English and Creative Writing degree
English and Creative Writing Degree (QW38)
English and Creative Writing degree
The English and Creative Writing degree is an exciting degree offered by the English Literature and Creative Writing department. The English and Creative Writing degree is an integrated and self-contained single honours programme. The scheme is taught by practicing writers and aims to develop both your creative and your critical skills. The English and Creative Writing degree will help you to develop your range and capabilities as a writer, and enable you to work confidently in a variety of forms and genres. It will also help you to develop a reflective writing practice which is informed by a knowledge of past and present writing in a variety of forms and genres; an understanding of the literary, cultural and socio-historical contexts in which literature is written and read; and an awareness of the range and variety of approaches to literary study and to the practice of writing.
English and Creative Writing degree structure
English and Creative Writing Year 1
In your first year you will take amongst others, three core modules, which introduce you to the fundamentals of English and Creative Writing at university level:
- Ways with Words: designed to introduce you to different kinds of writing practice, including genres of poetry, prose fiction and life-writing;
- Encountering Texts: focuses on a range of different approaches to reading and writing about literary texts of different periods;
- Aspects of Genre: exploring the genres of poetry, drama and the novel through detailed study of texts from different periods.
English and Creative Writing degree Years 2 and 3
All English and Creative Writing degree students next take a common core, to which they add writing options.
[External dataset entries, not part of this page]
import { z } from 'zod';
import { d, fraction, materialName, name, nonNegative } from './common.js';
import { agentSchema } from './materials.js';

const detail = d.task.detail;
export const detailSchema = z.strictObject({
  shape: z
    .enum(['vessel', 'slab', 'coat', 'defect', 'insert'])
    .describe(
      "vessel: cylinder across the beam; slab: flat volume of agent; coat: agent on one or two walls; defect: absence of its layer's agent; insert: any material.",
    ),
  inLayer: name.describe('Name of the layer in which the detail lies.'),
  depthInLayer_mm: nonNegative
    .nullable()
    .default(detail.depthInLayer_mm)
    .describe("Detail's centre below the layer's entrance face as drawn, mm; null: the middle."),
  size_mm: z
    .number()
    .positive()
    .max(1000)
    .describe(
      'Diameter of a vessel, thickness per wall of a coat, otherwise thickness along the beam, mm.',
    ),
  length_mm: z
    .number()
    .positive()
    .max(1000)
    .default(detail.length_mm)
    .describe('Length over which the detail is seen, mm.'),
  width_mm: z
    .number()
    .positive()
    .max(1000)
    .nullable()
    .default(detail.width_mm)
    .describe('Second side of the area of anything but a vessel, mm; null: as length_mm.'),
  walls: z
    .union([z.literal(1), z.literal(2)])
    .default(detail.walls)
    .describe('Walls that a coat covers along the beam.'),
  reference: materialName
    .default(detail.reference)
    .describe(
      'What stands in the detail\'s place in the comparison image: "layer", the material around it, or a material such as blood.',
    ),
  fillingFraction: z
    .number()
    .positive()
    .max(1)
    .default(detail.fillingFraction)
    .describe('Share of the vessel’s path that is filled, 1 for full.'),
  material: materialName
    .nullable()
    .default(detail.material)
    .describe(
      'What an insert is made of, a defect is made of, or what carries the agent; null: none named.',
    ),
  agent: agentSchema
    .nullable()
    .default(detail.agent)
    .describe('Agent in the detail, with its amount; null for none.'),
});

const task = d.task;
export const taskSchema = z.strictObject({
  detail: detailSchema.describe('What must be seen.'),
  roseThreshold: z
    .number()
    .positive()
    .max(100)
    .default(task.roseThreshold)
    .describe('SdNR asked of the detail, usually 3 to 5.'),
  backgroundNoise_fraction: fraction
    .default(task.backgroundNoise_fraction)
    .describe('Anatomical background relative to the primary signal, for 1 mm² at the detector.'),
  subtractionResidual_fraction: fraction
    .default(task.subtractionResidual_fraction)
    .describe('Share of structure and background that subtraction leaves.'),
  motion_mm_per_s: z
    .number()
    .min(0)
    .max(10000)
    .default(task.motion_mm_per_s)
    .describe('Speed of the detail across the beam, mm/s; 0 for none.'),
});
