import { materialFromFractions } from '../../../materials/index.js';
import { airKerma_uGy, attenuate, type Spectrum } from '../../../physics/beam/index.js';
import { backscatterFactor } from '../../../physics/dose/backscatter.js';
import { deposition } from '../../../physics/dose/deposition.js';
import { responsesOn, type ScatterResponses } from '../../../physics/scatter/index.js';
import type { Stack, StackLayer } from '../../../physics/stack/stack.js';
import { accuracyBeam } from './accuracy-stacks.js';
import { material, stackOf } from './stacks.js';

/** A body behind a support (all invented), on which what reaches the skin is held against transport. */
export interface SkinScene {
  readonly name: string;
  readonly stack: Stack;
}

/** An invented polyurethane foam. */
const foam = materialFromFractions({
  name: 'mattress foam',
  density_g_per_cm3: 0.05,
  massFractions: { H: 0.08, C: 0.61, N: 0.06, O: 0.25 },
});

const slab = (name: string, thickness_mm: number): StackLayer => ({
  name,
  material: name === foam.name ? foam : material(name),
  thickness_mm,
});
const mattress = [slab('carbon fibre', 2), slab(foam.name, 40)];

const soft = [[material('soft tissue'), 20]] as const;
const child = [[material('soft tissue'), 10]] as const;
const abdomen = [
  [material('adipose'), 2],
  [material('soft tissue'), 15],
  [material('spongiosa'), 2.5],
  [material('muscle'), 1],
] as const;
const chest = [
  [material('muscle'), 3],
  [material('lung'), 14],
  [material('soft tissue'), 4],
] as const;

const scene = (
  name: string,
  supportEntrance: readonly StackLayer[],
  layers: Parameters<typeof stackOf>[0],
  field_cm: number,
  beam: Stack['beam'] = 'point',
): SkinScene => ({
  name,
  stack: stackOf(layers, {
    beam,
    supportEntrance,
    sourceToDetector_mm: 1100,
    exitToDetector_mm: 100,
    field_mm: [field_cm * 10, field_cm * 10],
  }),
});

export const skinScenes: readonly SkinScene[] = [
  scene('soft tissue, no support', [], soft, 25),
  scene('soft tissue on table and mattress', mattress, soft, 25),
  scene('abdomen on table and mattress, small field', mattress, abdomen, 12),
  scene('abdomen on table and mattress, large field', mattress, abdomen, 40),
  scene('soft tissue on a bare table', [slab('carbon fibre', 4)], soft, 25),
  scene('chest on a thick mattress', [slab('carbon fibre', 3), slab(foam.name, 80)], chest, 35),
  scene('child on an acrylic top and pad', [slab('pmma', 10), slab(foam.name, 20)], child, 15),
  scene('soft tissue on table and mattress, parallel', mattress, soft, 20, 'parallel'),
];

export const skinPotentials_kV = [60, 80, 120] as const;

/** The beam before the support: tungsten, 12°, 3 mm aluminium. */
export const skinBeam = (potential_kV: number): Spectrum => accuracyBeam(potential_kV, []);

/** What the estimate says of the skin and of the layer behind it. */
export interface SkinEstimate {
  readonly backscatterFactor: number;
  /** Absorbed dose of the first layer over incident air kerma. */
  readonly firstLayerDose_mGy_per_mGy: number;
}

export function skinEstimate(
  stack: Stack,
  responses: ScatterResponses,
  potential_kV: number,
): SkinEstimate {
  const skin = attenuate(skinBeam(potential_kV), stack.supportEntrance);
  const { backscatter, layerAbsorbedFraction } = responsesOn(responses, skin.energies_keV);
  const [first] = deposition(skin, stack, layerAbsorbedFraction).layerAbsorbedDose_mGy;
  return {
    backscatterFactor: backscatterFactor(skin, backscatter),
    firstLayerDose_mGy_per_mGy: first / (airKerma_uGy(skin) * 1e-3),
  };
}
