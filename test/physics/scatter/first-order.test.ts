import fc from 'fast-check';
import { describe, expect, it } from 'vitest';
import { firstOrder } from '../../../physics/scatter/first-order.js';
import { scatterGeometry } from '../../../physics/scatter/geometry.js';
import { firstOrderResponses } from '../../../physics/scatter/index.js';
import { nodesFor } from '../../../physics/scatter/scatter-responses.js';
import { scoreTable } from '../../../physics/scatter/scores.js';
import { linearCoefficients, slabsOf } from '../../../physics/scatter/slabs.js';
import type { Stack } from '../../../physics/stack/stack.js';
import { idealDetector, material, stackOf } from './stacks.js';

const water = material('water');
const detector = idealDetector(60);

function signalParts(stack: Stack, energy_keV: number) {
  const slabs = slabsOf(stack);
  const nodes = nodesFor(slabs, detector, null);
  const parts = firstOrder(slabs, scatterGeometry(stack), nodes, scoreTable(detector, null, nodes));
  const i = nodes.energies_keV.indexOf(energy_keV);
  return { compton: parts.compton[0][i], rayleigh: parts.rayleigh[0][i] };
}

const relative = (value: number, expected: number) => Math.abs(value / expected - 1);

describe('first-order scatter of 20 cm of water, 60 keV, 30 × 30 cm contact', () => {
  // Separately computed by photon Monte Carlo; the quadrature alone is good to 0.24 % rms.
  const parts = signalParts(stackOf([[water, 20]]), 60);

  it('is 4.1175 mean free paths thick', () => {
    const mu = linearCoefficients(water, Float64Array.of(60)).attenuation[0];
    expect(mu * 20).toBeCloseTo(4.1175, 2);
  });
  it('gives 0.6964 for one Compton scattering', () => {
    expect(relative(parts.compton, 0.6964)).toBeLessThan(0.003);
  });
  it('gives 0.2272 for one Rayleigh scattering', () => {
    expect(relative(parts.rayleigh, 0.2272)).toBeLessThan(0.003);
  });
});

describe('first-order scatter', () => {
  it('vanishes with the field', () => {
    const widths = [100, 10, 1, 0.1].map((side) => {
      const { compton, rayleigh } = signalParts(
        stackOf([[water, 20]], { field_mm: [side, side] }),
        60,
      );
      return compton + rayleigh;
    });
    for (let i = 1; i < widths.length; i++) expect(widths[i]).toBeLessThan(widths[i - 1]);
    expect(widths[3]).toBeLessThan(0.003);
  });

  it('does not change when a layer is split', () => {
    fc.assert(
      fc.property(fc.double({ min: 0.01, max: 0.99, noNaN: true }), (share) => {
        const whole = signalParts(
          stackOf([
            [material('adipose'), 2],
            [water, 10],
          ]),
          60,
        );
        const split = signalParts(
          stackOf([
            [material('adipose'), 2],
            [water, 10 * share],
            [water, 10 * (1 - share)],
          ]),
          60,
        );
        expect(relative(split.compton, whole.compton)).toBeLessThan(1e-9);
        expect(relative(split.rayleigh, whole.rayleigh)).toBeLessThan(1e-9);
      }),
      { numRuns: 20 },
    );
  });

  it('of a cone approaches that of a parallel beam as the source recedes', () => {
    const parallel = signalParts(stackOf([[water, 20]]), 60);
    const far = signalParts(
      stackOf([[water, 20]], { beam: 'point', sourceToDetector_mm: 1e6 }),
      60,
    );
    expect(relative(far.compton, parallel.compton)).toBeLessThan(1e-3);
  });

  it('of a cone at 100 cm lies above that of a parallel beam', () => {
    const parallel = signalParts(stackOf([[water, 20]]), 60);
    const cone = signalParts(stackOf([[water, 20]], { beam: 'point' }), 60);
    expect(cone.compton / parallel.compton).toBeGreaterThan(1.03);
    expect(cone.compton / parallel.compton).toBeLessThan(1.13);
  });

  it('falls as the gap grows', () => {
    const ratios = [0, 50, 100, 200].map(
      (exitToDetector_mm) => signalParts(stackOf([[water, 20]], { exitToDetector_mm }), 60).compton,
    );
    for (let i = 1; i < ratios.length; i++) expect(ratios[i]).toBeLessThan(ratios[i - 1]);
  });

  it('is finite and positive for every score, also through iodine at its edge', () => {
    const iodine = stackOf(
      [
        [water, 10],
        [material('iodine'), 0.02],
        [water, 2],
      ],
      {
        beam: 'point',
        exitToDetector_mm: 100,
      },
    );
    const responses = firstOrderResponses(iodine, detector, {
      lookup: (_, c) => c ** 4,
      edges_keV: [88],
    });
    for (const scatter of [responses.withoutGrid, responses.behindGrid]) {
      for (const values of Object.values(scatter ?? {}) as Float64Array[]) {
        expect(values.every((value) => Number.isFinite(value) && value > 0)).toBe(true);
      }
    }
  });

  it('is smaller behind a grid that favours the normal', () => {
    const responses = firstOrderResponses(stackOf([[water, 20]]), detector, {
      lookup: (_, cosine) => 0.7 * cosine ** 8,
      edges_keV: [],
    });
    const { withoutGrid, behindGrid } = responses;
    expect(behindGrid?.signal.every((value, i) => value < withoutGrid.signal[i])).toBe(true);
  });

  it('weights air kerma by the inverse cosine, so that it exceeds the signal of an ideal detector', () => {
    const { withoutGrid } = firstOrderResponses(stackOf([[water, 20]]), detector, null);
    expect(withoutGrid.airKerma.every((value, i) => value > withoutGrid.signal[i])).toBe(true);
  });
});
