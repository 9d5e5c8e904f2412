import { describe, expect, it } from 'vitest';
import { jsonOf, runCommand } from './run-command.js';

interface BeamAnswer {
  readonly potential_kV: number;
  readonly halfValueLayers: readonly {
    readonly material: string;
    readonly first_mm: number;
    readonly second_mm: number;
    readonly tenth_mm: number;
  }[];
  readonly homogeneityCoefficient: number;
  readonly meanEnergy_keV: number;
  readonly airKerma_uGy_per_mAs: number;
  readonly fluence_per_mm2_per_mAs: number;
  readonly spectrum: readonly {
    readonly energy_keV: number;
    readonly fluence_per_mm2_per_keV_per_mAs: number;
    readonly from_keV: number;
    readonly to_keV: number;
  }[];
}

const beam = (...words: string[]): Promise<BeamAnswer> =>
  jsonOf(['beam', ...words]) as Promise<unknown> as Promise<BeamAnswer>;
const reference = ['--potential', '80', '--through', 'aluminium 2.5 mm', '--output-factor', '1'];

describe('stratabeam beam', () => {
  it('gives the reference beam of 80 kV, 12°, 2.5 mm Al within 0.3 % and 0.5 % (tube model, separate evaluation)', async () => {
    const answer = await beam(...reference);
    const [aluminium, copper] = answer.halfValueLayers;
    expect(aluminium.material).toBe('aluminium');
    expect(copper.material).toBe('copper');
    expect(Math.abs(aluminium.first_mm / 2.7275 - 1)).toBeLessThan(0.003);
    expect(Math.abs(aluminium.second_mm / 4.082 - 1)).toBeLessThan(0.003);
    expect(Math.abs(answer.meanEnergy_keV / 43.005 - 1)).toBeLessThan(0.003);
    expect(Math.abs(answer.airKerma_uGy_per_mAs / 82.445 - 1)).toBeLessThan(0.005);
    expect(Math.abs(answer.fluence_per_mm2_per_mAs / 1.5182e6 - 1)).toBeLessThan(0.005);
  });

  it('gives a spectrum whose bins hold every photon, K lines included', async () => {
    const answer = await beam('--potential', '100', '--through', 'aluminium 3 mm');
    const photons = answer.spectrum.reduce(
      (sum, row) => sum + row.fluence_per_mm2_per_keV_per_mAs * (row.to_keV - row.from_keV),
      0,
    );
    expect(photons / answer.fluence_per_mm2_per_mAs).toBeCloseTo(1, 12);
    const at = (energy: number) =>
      answer.spectrum.find((row) => row.from_keV <= energy && energy < row.to_keV)
        ?.fluence_per_mm2_per_keV_per_mAs ?? 0;
    expect(at(59.318)).toBeGreaterThan(3 * at(62));
  });

  it('follows the inverse square in vacuum and loses more in air', async () => {
    const near = await beam(...reference);
    const far = await beam(...reference, '--distance', '2000');
    const inAir = await beam(...reference, '--distance', '2000', '--air');
    expect(far.airKerma_uGy_per_mAs / near.airKerma_uGy_per_mAs).toBeCloseTo(0.25, 12);
    expect(inAir.airKerma_uGy_per_mAs).toBeLessThan(far.airKerma_uGy_per_mAs);
    expect(inAir.halfValueLayers[0].first_mm).toBeGreaterThan(far.halfValueLayers[0].first_mm);
  });

  it('scales its output with potential by the exponent, anchored at 80 kV', async () => {
    const at = async (kV: string, ...more: string[]) =>
      (await beam('--potential', kV, '--through', 'aluminium 3 mm', ...more)).airKerma_uGy_per_mAs;
    const exponent = ['--output-exponent', '-0.2'];
    expect((await at('80', ...exponent)) / (await at('80'))).toBeCloseTo(1, 12);
    expect((await at('120', ...exponent)) / (await at('120'))).toBeCloseTo(1.5 ** -0.2, 12);
    const { out } = await runCommand(['beam', ...reference, ...exponent]);
    expect(out).toMatch(/, output factor 1 × \(kV\/80\)\^-0\.2\n/);
  });

  it('takes layers in any order, once or several times named', async () => {
    const one = await beam('--potential', '70', '--through', 'aluminium 2.5 mm', 'copper 0.2 mm');
    const two = await beam(
      '--potential',
      '70',
      '--through',
      'Cu 200 um',
      '--through',
      'Al 0.25 cm',
    );
    expect(two.airKerma_uGy_per_mAs / one.airKerma_uGy_per_mAs).toBeCloseTo(1, 12);
  });

  it('takes a formula with its density', async () => {
    const named = await beam(...reference, '--through', 'barium sulfate 0.1 mm');
    const formula = await beam(...reference, '--through', 'BaSO4 4.5 g/cm3 0,1 mm');
    expect(formula.airKerma_uGy_per_mAs).toBeCloseTo(named.airKerma_uGy_per_mAs, 9);
  });

  it('shows people a table and programs a CSV spectrum that a case can read', async () => {
    const table = await runCommand(['beam', ...reference]);
    expect(table.out).toMatch(
      /^80 kV, anode 12°, through aluminium 2.5 mm, vacuum, at 1000 mm, output factor 1\n/,
    );
    expect(table.out).toMatch(/aluminium +2\.728 +4\.081/);
    const csv = await runCommand(['beam', ...reference, '--csv']);
    expect(csv.out.split('\n')[0]).toBe('energy_keV,fluence_per_mm2_per_keV_per_mAs');
  });

  it.each([
    [
      ['--potential', '160'],
      '--potential: "160": must be a number, 20 to 150; enter the tube potential in kV',
    ],
    [
      ['--potential', '1e999'],
      '--potential: "1e999": must be a number, 20 to 150; enter the tube potential in kV',
    ],
    [
      ['--potential', '0x50'],
      '--potential: "0x50": must be a number, 20 to 150; enter the tube potential in kV',
    ],
    [
      ['--potential', '80', '--anode-angle', '95'],
      '--anode-angle: "95": must be a number, 6 to 22; enter the nameplate angle',
    ],
    [
      ['--potential', '80'],
      '--through: nothing, 0 mm Al in all: must be at least 1 mm aluminium equivalent; list all that lies between anode and point, as in --through "aluminium 2.5 mm"',
    ],
    [
      ['--potential', '80', '--through', 'aluminium'],
      '--through: "aluminium": must be a material and a thickness with its unit; write it as "aluminium 2.5 mm"',
    ],
    [
      ['--potential', '80', '--through', 'aluminun 2 mm'],
      '--through: "aluminun": must be a known material; did you mean "aluminium"?',
    ],
    [
      ['--potential', '80', '--through', 'CsI 2 mm', 'XyZ 1 mm'],
      '--through: "XyZ": has "Xy" at place 1, which is no element from H to U; write symbols with their usual capitals, as in BaSO4',
    ],
  ])('refuses %j in one line', async (words, line) => {
    const { code, out, err } = await runCommand(['beam', ...words]);
    expect({ code, out, err }).toEqual({ code: 2, out: '', err: `${line}\n` });
  });
});
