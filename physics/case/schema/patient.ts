import { z } from 'zod';
import { d, fraction, materialName, name, positive } from './common.js';
import { agentSchema } from './materials.js';

export const layerSchema = z.strictObject({
  name: name.describe('Name of the layer, unlike every other.'),
  material: materialName.describe("Built-in material, element or one of the case's materials."),
  thickness_mm: z.number().positive().max(2000).describe('Thickness along the beam as drawn, mm.'),
  growthShare: fraction
    .nullable()
    .default(d.patient.layer.growthShare)
    .describe(
      'Share of a change in patient thickness that this layer takes; given in every layer they sum to 1. Null in every layer: each in proportion to its thickness.',
    ),
  agent: agentSchema
    .nullable()
    .default(d.patient.layer.agent)
    .describe('Agent mixed into the layer, with the material as its carrier; null: none.'),
});

export const sizeSchema = z.strictObject({
  name: name.describe('Name of the size, P50 or another.'),
  thickness_mm: z.number().positive().max(2000).describe('Thickness of the whole patient, mm.'),
  weight: z
    .number()
    .min(0)
    .max(1e9)
    .default(d.patient.size.weight)
    .describe('Share of patients of this size, on any scale.'),
});

export const patientSchema = z.strictObject({
  layers: z
    .array(layerSchema)
    .min(1)
    .max(100)
    .describe('Slabs from entrance to exit; their thicknesses sum to the patient as drawn.'),
  lateral_mm: z
    .tuple([positive, positive])
    .nullable()
    .default(d.patient.lateral_mm)
    .describe('Width and height of a finite body, mm; null: layers without lateral end.'),
  sizes: z
    .array(sizeSchema)
    .max(500)
    .default(d.patient.sizes)
    .describe('The size mix, or a CSV file of it; empty: one size, the layers as drawn.'),
});
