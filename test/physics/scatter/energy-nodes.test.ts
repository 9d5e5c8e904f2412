import fc from 'fast-check';
import { describe, expect, it } from 'vitest';
import { locate, locatorOf } from '../../../physics/numeric/locate.js';
import { energyNodes, isEdge } from '../../../physics/scatter/energy-nodes.js';
import { responsesOn, type ScatterResponses } from '../../../physics/scatter/index.js';

describe('energy nodes', () => {
  const { energies_keV, fine_keV, fineIndex } = energyNodes([33.169, 88.0045, 5, 200]);

  it('run from 10 to 150 keV, ascending, at most 2, 3 and 4 keV apart', () => {
    expect(energies_keV[0]).toBe(10);
    expect(energies_keV.at(-1)).toBe(150);
    for (let i = 1; i < energies_keV.length; i++) {
      const from = energies_keV[i - 1];
      const allowed = from < 40 ? 2 : from < 80 ? 3 : 4;
      expect(energies_keV[i]).toBeGreaterThan(from);
      expect(energies_keV[i] - from).toBeLessThanOrEqual(allowed + 1e-9);
    }
  });
  it('hold each edge inside the range twice, a hair apart', () => {
    const edges = [...energies_keV].filter((_, i) => isEdge(energies_keV, i));
    expect(edges.map((energy) => Math.round(energy * 1000) / 1000)).toEqual([33.169, 88.004]);
    expect([...energies_keV]).toContain(33.169);
  });
  it('all lie on the fine grid', () => {
    expect([...fineIndex].map((i) => fine_keV[i])).toEqual([...energies_keV]);
  });
  it('are the same object for the same edges', () => {
    expect(energyNodes([88.0045, 33.169])).toBe(energyNodes([33.169, 88.0045]));
  });
  it('are found by the locator wherever an energy lies', () => {
    fc.assert(
      fc.property(fc.double({ min: 10, max: 149.999, noNaN: true }), (energy) => {
        const i = locate(locatorOf(fine_keV), energy);
        expect(fine_keV[i]).toBeLessThanOrEqual(energy);
        expect(fine_keV[i + 1]).toBeGreaterThan(energy);
      }),
    );
  });
});

describe('responses on the channels of a spectrum', () => {
  const { energies_keV } = energyNodes([33.169]);
  const step = energies_keV.map((energy) => (energy < 33.169 ? energy ** 2 : 100));
  const scatter = { signal: step, noise: step, counts: step, airKerma: step };
  const responses: ScatterResponses = {
    energies_keV,
    withoutGrid: scatter,
    behindGrid: null,
    backscatter: step,
    layerAbsorbedFraction: [step],
  };
  const channels = Float64Array.of(5, 21.3, 33.1, 33.2, 77, 149, 200);
  const on = responsesOn(responses, channels);

  it('keep a power of energy exactly and never mix the sides of an edge', () => {
    const expected = [10 ** 2, 21.3 ** 2, 33.1 ** 2, 100, 100, 100, 100];
    const errors = expected.map((value, i) => Math.abs(on.withoutGrid.signal[i] - value));
    expect(Math.max(...errors)).toBeLessThan(1e-6);
    expect(on.layerAbsorbedFraction?.[0]).toEqual(on.backscatter);
  });
  it('keep their identity while their arguments do', () => {
    expect(responsesOn(responses, channels)).toBe(on);
  });
});
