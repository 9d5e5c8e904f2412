import { z } from 'zod';
import { d, positive } from './common.js';
import { modeSchema } from './technique.js';

const segment = z.strictObject({
  from_kV: z.number().min(0).max(1000),
  to_kV: z.number().min(0).max(1000),
  /** Potential in kV and least first half-value layer in mm aluminium, ascending in kV. */
  points: z
    .array(z.tuple([z.number().min(0).max(1000), z.number().min(0).max(100)]))
    .min(1)
    .max(100),
});

const ruleOrigin = {
  source: z.string().min(1).max(1000),
  date: z.string().max(100),
  provenance: z.enum(['measured', 'entered', 'assumed', 'published', 'recalled', 'computed']),
};

export const ruleSchema = z.discriminatedUnion('kind', [
  z.strictObject({
    kind: z.literal('minimum-hvl'),
    segments: z.array(segment).min(1).max(50),
    ...ruleOrigin,
  }),
  z.strictObject({
    kind: z.literal('kerma-rate'),
    limit_mGy_per_min: positive,
    appliesTo: z.array(modeSchema).min(1).max(3).default(d.room.kermaRate.appliesTo),
    ...ruleOrigin,
  }),
]);
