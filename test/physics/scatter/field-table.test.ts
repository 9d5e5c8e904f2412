import { createHash } from 'node:crypto';
import fc from 'fast-check';
import { describe, expect, it } from 'vitest';
import { unpackDecimals } from '../../../materials/packed-decimals.js';
import { elementTableSha256 } from '../../../materials/tables/elements.js';
import { airKermaAxes, fieldAxes, valueCount } from '../../../physics/scatter/field-axes.js';
import {
  backscatterFieldShare,
  multipleFieldFactor,
} from '../../../physics/scatter/field-table.js';
import {
  fieldTable,
  fieldTableElementsSha256,
  fieldTableSha256,
} from '../../../physics/scatter/tables/field-table.js';

describe('the field table', () => {
  it('is the one its hash was taken of', () => {
    expect(createHash('sha256').update(fieldTable).digest('hex')).toBe(fieldTableSha256);
  });
  it('was made with the cross sections in use: else run npm run scatter-table', () => {
    expect(fieldTableElementsSha256).toBe(elementTableSha256);
  });
  it('holds a value for every node', () => {
    const backscatter = fieldAxes.energies_keV.length * fieldAxes.halfSides_cm.length;
    const count = valueCount(fieldAxes) + valueCount(airKermaAxes) + backscatter;
    expect(fieldTable).toHaveLength(4 * count);
  });
  it('keeps three quarters of the backscatter or more in a 20 cm field, and no less in larger ones', () => {
    for (const energy of [20, 40, 60, 80, 120]) {
      const shares = [1, 5, 10, 20, 30].map((half) => backscatterFieldShare(energy, half));
      for (let k = 1; k < shares.length; k++)
        expect(shares[k]).toBeGreaterThanOrEqual(shares[k - 1]);
      expect(shares[2]).toBeGreaterThan(0.75);
      expect(shares[4]).toBeLessThanOrEqual(1);
    }
  });
  it('gives a factor within that of its nodes wherever it is asked', () => {
    const nodes = unpackDecimals(fieldTable, 0, valueCount(fieldAxes) + valueCount(airKermaAxes));
    const [least, greatest] = [Math.min(...nodes), Math.max(...nodes)];
    expect(least).toBeGreaterThan(0);
    fc.assert(
      fc.property(
        fc.constantFrom('energy' as const, 'airKerma' as const),
        fc.double({ min: 5, max: 200, noNaN: true }),
        fc.double({ min: 0, max: 100, noNaN: true }),
        fc.double({ min: 0, max: 100, noNaN: true }),
        fc.double({ min: 0, max: 100, noNaN: true }),
        (quantity, energy, thickness_cm, gap_cm, halfSide_cm) => {
          const factor = multipleFieldFactor(quantity, energy, {
            thickness_cm,
            gap_cm,
            halfSide_cm,
          });
          expect(factor).toBeGreaterThanOrEqual(least * (1 - 1e-12));
          expect(factor).toBeLessThanOrEqual(greatest * (1 + 1e-12));
        },
      ),
    );
  });
  it('tends to 1 as the field grows without a gap', () => {
    for (const energy of [40, 60, 100]) {
      const factor = multipleFieldFactor('energy', energy, {
        thickness_cm: 10,
        gap_cm: 0,
        halfSide_cm: 30,
      });
      expect(Math.abs(factor - 1)).toBeLessThan(0.03);
    }
  });
});
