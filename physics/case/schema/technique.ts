import { z } from 'zod';
import { d, fileName, name, positive, potential_kV } from './common.js';

export const modeSchema = z.enum(['radiography', 'fluoroscopy', 'subtraction']);

export const fixedSchema = z.union([
  z.literal('shortest'),
  z.strictObject({ exposureTime_ms: positive }),
  z.strictObject({ tubeCurrent_mA: positive }),
]);

const acquisition = d.technique.acquisition;
export const acquisitionSchema = z.strictObject({
  mode: modeSchema.default(acquisition.mode),
  frames: z.int().min(1).max(100000).default(acquisition.frames),
  frameRate_per_s: z.number().positive().max(1000).default(acquisition.frameRate_per_s),
  maskFrames: z.int().min(0).max(10000).default(acquisition.maskFrames),
  fixed: fixedSchema.default(acquisition.fixed),
});

export const curveRowSchema = z.strictObject({
  thickness_mm: positive,
  potential_kV,
  tubeCurrent_mA: positive,
  exposureTime_ms: positive,
  filter: name,
});

export const controlSchema = z.union([
  z.strictObject({ detectorAirKerma_uGy: positive }),
  z.strictObject({ detectorSignal: z.number().positive().max(1e30) }),
  z.strictObject({ incidentAirKerma_mGy: positive }),
  z.strictObject({ tubeLoad_mAs: positive }),
  z.strictObject({
    curve: fileName,
    /** Filled from the file by the parser, ascending in thickness. */
    rows: z.array(curveRowSchema).max(10000).optional(),
  }),
]);

export const techniqueSchema = z.strictObject({
  name,
  potential_kV,
  filter: name.default(d.technique.filter),
  grid: z.enum(['in', 'out']).default(d.technique.grid),
  acquisition: acquisitionSchema.prefault({}),
  control: controlSchema,
});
The core consists of: The Set Forms, Reading Theory/Reading Texts (1), Textual interventions and the final year Writing Project, which will give you an opportunity to engage with an extended piece of your own writing in any form including a longer piece of fiction, a collection of poems or short stories, or a dramatic text. In addition you will take four core modules organised on a historical basis: Medieval and Renaissance Writing, Restoration and Eighteenth-Century Writing, Nineteenth-Century Writing and Twentieth-Century Writing.
Louise Jenkins
BA English Literature and Creative Writing
OxfordshireI chose to study at Aberystwyth because of the course and its location by the sea. It was very, easy to settle into studying. I’ve lived in town for the whole three years and you just feel like you’re part of a community straight away, everyone’s so friendly, and it’s crazy on Saturday! The department’s pretty good. The tutors are good and if you have any questions they have office hours you can go visit them in.
The Arts Centre is really good, they show more arty films as well as the more recent ones. And they have special themed weeks, for example every two weeks they show horror films. At Aberystwyth it is laid back and comfortable and there’s no pressure. The social life is really good. I think it has 52 pubs, which is crazy. I haven’t been to all of them! There are two clubs in town which are good, and everyone tends to go to the same place, so you make friends just by going out.
I would definitely recommend Aberystwyth to others, especially if you’re from the city and you want something completely different. It’s the place to come. You do feel far away from home, but that’s a good thing!